> EXERCISE
Lift every line from the entries that includes the word "sizes".

> INFORMATION GIVEN
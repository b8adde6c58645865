"""How the panel tests get their p-values: the bootstrap runner, drift detection and the size card.

* :func:`run_bootstrap` draws bootstrap panels in fixed-size chunks, each with its own seed from
  :func:`evidence.parallel.task_seeds`, through any executor, so the draws do not depend on where
  they run; :func:`bootstrap_pvalue` turns them into ``(1 + #{as extreme}) / (1 + B)``.
* :func:`drift_report` says which regressors drift: a regressor whose differences have a non-zero
  mean changes the limit of residual-based statistics (Hansen 1992), which the asymptotic moments
  ignore and the bootstrap reproduces.
* :func:`size_warning` reads the size card and words what an asymptotic p-value is worth;
  :func:`relation_results` assembles the results of a test family with all of the above.
"""

from __future__ import annotations

from collections.abc import Callable, Mapping, Sequence
from typing import Any

import numpy as np
from scipy import stats

from evidence._hac import default_max_lags, long_run_variance, newey_west_lags
from evidence._size_card import CONTROLLED, size_note
from evidence._typing import Seed
from evidence._validation import check_choice, check_int, check_max_lags, check_seed
from evidence.cointegration._data import Block, option_int
from evidence.panel import Panel
from evidence.parallel import ExecutorLike, task_seeds, using_executor
from evidence.results import TestResult

__all__ = ["INFERENCES", "CHUNK", "resolve_inference", "run_bootstrap", "bootstrap_pvalue",
           "drift_report", "drifting", "size_warning", "size_options", "relation_results",
           "bootstrap_options", "seed_record", "max_lags_option", "hac_lags_option", "probe_years"]

_NULL = "no cointegration"
_LEVELS = (0.01, 0.05, 0.10)

#: Ways of computing a p-value, the default first.
INFERENCES = ("bootstrap", "asymptotic")
#: Bootstrap replications per task (fixed, so that the draws do not depend on the executor).
CHUNK = 50


def resolve_inference(inference: str | None, default: str) -> str:
    """``inference`` checked against :data:`INFERENCES`; ``None`` gives ``default``."""
    return check_choice("inference", default if inference is None else inference, INFERENCES)


def _chunk(task: tuple[Callable[..., dict[str, np.ndarray]], Any, Any, int],
           ) -> dict[str, np.ndarray]:
    draw, model, seed, reps = task
    return draw(model, np.random.default_rng(seed), reps)


def run_bootstrap(draw: Callable[..., dict[str, np.ndarray]], model: Any, *, reps: int,
                  seed: int | np.random.Generator,
                  executor: ExecutorLike = "serial") -> dict[str, np.ndarray]:
    """``draw(model, rng, n)`` → ``{statistic: (n,) draws}``, run for ``reps`` draws in chunks.

    ``draw`` must be a module-level function (or a ``functools.partial`` of one) so that process
    and Dask executors can run it. Returns the concatenated draws of every statistic.
    """
    sizes = [CHUNK] * (reps // CHUNK) + ([reps % CHUNK] if reps % CHUNK else [])
    seeds = task_seeds(seed, len(sizes))
    tasks = [(draw, model, s, n) for s, n in zip(seeds, sizes, strict=True)]
    with using_executor(executor) as runner:
        parts = runner.map(_chunk, tasks)
    return {key: np.concatenate([np.atleast_1d(p[key]) for p in parts]) for key in parts[0]}


def bootstrap_pvalue(value: float, draws: np.ndarray, tail: str) -> tuple[float, int]:
    """``(1 + #{draws as extreme as value}) / (1 + B)`` over the finite draws, and B.

    ``tail`` is ``"left"`` (small values reject) or ``"right"``.
    """
    finite = draws[np.isfinite(draws)]
    if not finite.size or not np.isfinite(value):
        return float("nan"), int(finite.size)
    extreme = finite <= value if tail == "left" else finite >= value
    return float((1 + np.sum(extreme)) / (1 + finite.size)), int(finite.size)


def drift_report(x: np.ndarray, names: Sequence[str]) -> dict[str, dict[str, float]]:
    """For each regressor: the share of units whose mean change differs from zero at 5 %.

    ``x`` (N, T, k). Per unit, ``t = mean(Δx) / sqrt(ω² / (T − 1))`` with ``ω²`` the Newey–West
    long-run variance of ``Δx`` (bandwidth :func:`~evidence._hac.newey_west_lags`). Returns
    ``{name: {"share": ..., "median_t": ...}}``.
    """
    dx = np.diff(x, axis=1)
    n_obs = dx.shape[1]
    out: dict[str, dict[str, float]] = {}
    for j, name in enumerate(names):
        series = dx[:, :, j].T  # (T - 1, N)
        lrv = np.maximum(long_run_variance(series, newey_west_lags(n_obs), demean=True), 1e-300)
        t = series.mean(axis=0) / np.sqrt(lrv / n_obs)
        out[str(name)] = {"share": float(np.mean(np.abs(t) > 1.96)),
                          "median_t": float(np.median(t))}
    return out


def drifting(report: Mapping[str, Mapping[str, float]]) -> list[str]:
    """Regressors that drift in at least half of the units."""
    return [name for name, row in report.items() if row["share"] >= 0.5]


def size_options(inference: str, **extra: Any) -> str:
    """The ``options`` key of the size card for a test computed this way."""
    parts = [f"inference={inference}"] + [f"{k}={v}" for k, v in sorted(extra.items())]
    return ", ".join(parts)


def size_warning(test: str, n_units: int, n_years: int,
                 options: str) -> tuple[dict[str, Any], str | None]:
    """The size card's note for this test and, when the size is not controlled, a sentence."""
    note = size_note(test, n_units, n_years, options=options)
    if not note or note.get("controlled", True):
        return note, None
    low, high = CONTROLLED
    text = (f"{options.split(',')[0].split('=')[-1]} p-value not calibrated: under H0 it rejected "
            f"{100 * note['measured']:.1f} % of the time at 5 % nominal (N={note['n_units']}, "
            f"T={note['n_years']}, {note['process']}; controlled means {100 * low:g} % to "
            f"{100 * high:g} %); "
            "see docs/methods/size.md.")
    return note, text


def bootstrap_options(inference: str | None, reps: int, block_length: int | None,
                      seed: Seed) -> tuple[str, int, int, int | np.random.Generator]:
    """Checked ``inference`` (default bootstrap), ``reps`` (at least 19), block length, seed."""
    return (resolve_inference(inference, "bootstrap"), option_int("reps", reps, 19),
            option_int("block_length", block_length, 1, default=1), check_seed(seed))


def seed_record(seed: int | np.random.Generator) -> int | str:
    """The seed as recorded in ``details`` (a Generator is recorded as such)."""
    return seed if isinstance(seed, int) else "generator"


def max_lags_option(max_lags: int | None, n_years: int, parameter: str = "max_lags") -> int:
    """``max_lags`` checked, or the package's rule for ``n_years``."""
    checked = check_max_lags(max_lags, parameter)
    return default_max_lags(n_years) if checked is None else checked


def hac_lags_option(hac_lags: int | None, nobs: int) -> int:
    """``hac_lags`` checked, or the Newey–West rule for ``nobs``."""
    checked = check_int("hac_lags", hac_lags, minimum=0, allow_none=True)
    return newey_west_lags(nobs) if checked is None else checked


def probe_years(panel: Panel) -> int:
    """Years of the panel before cleaning (for option defaults)."""
    return len(panel.years) if isinstance(panel, Panel) else 0


def relation_results(*, family: str, block: Block, raw: Mapping[str, float],
                     standardise: Callable[[str, np.ndarray], np.ndarray],
                     tails: Mapping[str, str], alternatives: Mapping[str, str], inference: str,
                     draws: dict[str, np.ndarray] | None, details: Mapping[str, Any],
                     shared: Mapping[str, Any], reference: str,
                     per_statistic: Mapping[str, Mapping[str, Any]] | None = None,
                     nobs: int, drift: Mapping[str, Mapping[str, float]],
                     drift_matters: bool) -> tuple[list[TestResult], list[str]]:
    """One :class:`TestResult` per statistic of a family, with its p-value, size note and cautions.

    ``raw`` holds the unstandardised statistics, ``standardise(name, values)`` maps raw values to
    the reported (asymptotically N(0,1)) scale, ``draws`` the bootstrap draws of the raw
    statistics (``None`` with asymptotic inference). ``drift_matters``: the asymptotic moments
    assume regressors without drift (residual-based tests with a constant only).
    ``per_statistic`` adds details to single statistics; ``shared`` to all (after the others).
    """
    n_units, n_years = block.n_units, block.n_years
    moving = drifting(drift)
    family_warnings: list[str] = []
    if moving and drift_matters:
        verb = "drifts" if len(moving) == 1 else "drift"
        drift_note = (f"{', '.join(moving)} {verb} in most units: with trend='constant' the "
                      "asymptotic moments do not apply (Hansen 1992)")
        family_warnings.append(drift_note + ("; the bootstrap reproduces the drift." if draws is not None
                                       else "; use inference='bootstrap' (the default)."))
    results = []
    for name, value in raw.items():
        tail = tails[name]
        z = float(standardise(name, np.asarray(value)))
        asym = float(stats.norm.sf(z) if tail == "right" else stats.norm.cdf(z))
        item: dict[str, Any] = {"statistic": name, "unstandardised": float(value), "tail": tail,
                                "inference": inference, "asymptotic_pvalue": asym, **details,
                                **(per_statistic or {}).get(name, {})}
        if draws is not None:
            pvalue, used = bootstrap_pvalue(float(value), draws[name], tail)
            scaled = standardise(name, draws[name][np.isfinite(draws[name])])
            cv = {a: float(np.quantile(scaled, a if tail == "left" else 1 - a)) for a in _LEVELS}
            item.update({"bootstrap_pvalue": pvalue, "bootstrap_draws": used})
        else:
            pvalue = asym
            cv = {a: float(stats.norm.ppf(a) if tail == "left" else stats.norm.isf(a))
                  for a in _LEVELS}
        test = f"{family} {name}"
        note, caution = size_warning(test, n_units, n_years, size_options(inference))
        if note:
            item["size"] = note
        warnings = list(family_warnings) + ([caution] if caution else [])
        results.append(TestResult(test=test, statistic=z, pvalue=pvalue, critical_values=cv,
                                  null=_NULL, alternative=alternatives[name], nobs=nobs,
                                  details={**item, **shared}, reference=reference,
                                  warnings=tuple(warnings)))
    return results, family_warnings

> THE ANSWER
    sizes = [CHUNK] * (reps // CHUNK) + ([reps % CHUNK] if reps % CHUNK else [])
    seeds = task_seeds(seed, len(sizes))
    tasks = [(draw, model, s, n) for s, n in zip(seeds, sizes, strict=True)]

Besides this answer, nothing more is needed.